The spinoff is scheduled to be complete this year, Murphy officials say.

And, in fact, Third Point filings with the Securities & Exchange Commission indicate it accumulated a significant stake in Murphy Oil last year — at least $260.5 million in shares bought between July 1 and Sept. 30, 2012.

Other deal-making of note involving Arkansas enterprises came in the health care sector, with five significant transactions each totaling an estimated $9 million or more. Those ranged from the $113 million purchase by Tennessee company Acadia Healthcare of Amicare Behavioral Centers of Fayetteville to the cancellation by the University of Arkansas for Medical Sciences of its lease agreement with Central Arkansas Radiation Therapy Institute.

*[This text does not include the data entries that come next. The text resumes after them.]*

//! [`Report::build`]: the one function that analyses a response. It turns the run sheet into the
//! core's table, estimates the effects, applies Lenth's method, finds the default model choice,
//! fits the model (the engineer's terms, or the default choice), and draws from the fit the
//! equations, diagnostics, residuals in run order, the model-based interaction cells and the
//! Box–Cox profile. Added here are the counts, the observed corner means and the warnings in
//! plain words. A step that cannot be done keeps its reason in words.

use twofold_core::anova::{ModelSpec, fit_model};
use twofold_core::boxcox::box_cox;
use twofold_core::data::Observations;
use twofold_core::diagnostics::diagnostics;
use twofold_core::effects::estimate_effects;
use twofold_core::halfnormal::{half_normal, normal_probability};
use twofold_core::lenth::lenth_effects;
use twofold_core::means::{interaction_means, main_effect_means};
use twofold_core::predict::{CURVATURE_ALPHA, DEFAULT_CONFIDENCE};
use twofold_core::term::Term;
use twofold_core::transform::Transform;

use super::choice::{CurvatureTest, ErrorBasis, Selection, default_choice, given_choice};
use super::data::{natural_ranges, plot_ranges, response_data};
use super::{
    BadCell, NO_TERMS_CHOSEN, PairMeans, Report, ReportError, ReportKey, Warning, WarningKind,
};
use crate::project::{ModelSettings, Project};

Banking also saw a number of conventional transactions as Arkansas-headquartered enterprises bet on growth. Among these were:

• Bank of the Ozarks' $27.3 million purchase of Genala Banc Inc. in Geneva, Ala.;

• Chambers Bancshares' estimated $21.5 million acquisition of Peterson Holding Co. of Decatur, which included unprofitable Decatur State Bank and a profitable thrift in Grove, Okla.; and

• Arvest's purchase — estimated at $16.3 million — of Union Bank in Kansas City, Mo., and 29 Bank of America branches in Arkansas, Oklahoma, Kansas and Missouri. The price tag on the Bank of America branches has not been disclosed.

Acquisitions of failing banks with assistance of the Federal Deposit Insurance Corp. are not included in the list of the biggest deals, but three of those went down in 2012. Simmons First National Bank of Pine Bluff acquired Truman Bank of St. Louis in September and Excel Bank of Sedalia, Mo., in October. In November, Centennial Bank of Conway acquired Heritage Bank of Florida, based in the northern Tampa suburb of Lutz.

Gwen Moritz contributed to this report.

(Correction, Jan. 21, 2013: The Dec. 31 purchase of Westquip Inc. of Oklahoma City by Hugg & Hall Equipment Co. of Little Rock, a deal valued at $12.1 million, was omitted from the list of the biggest deals of 2012. It has been added to the list and the story has been edited to reflect the additional deal.)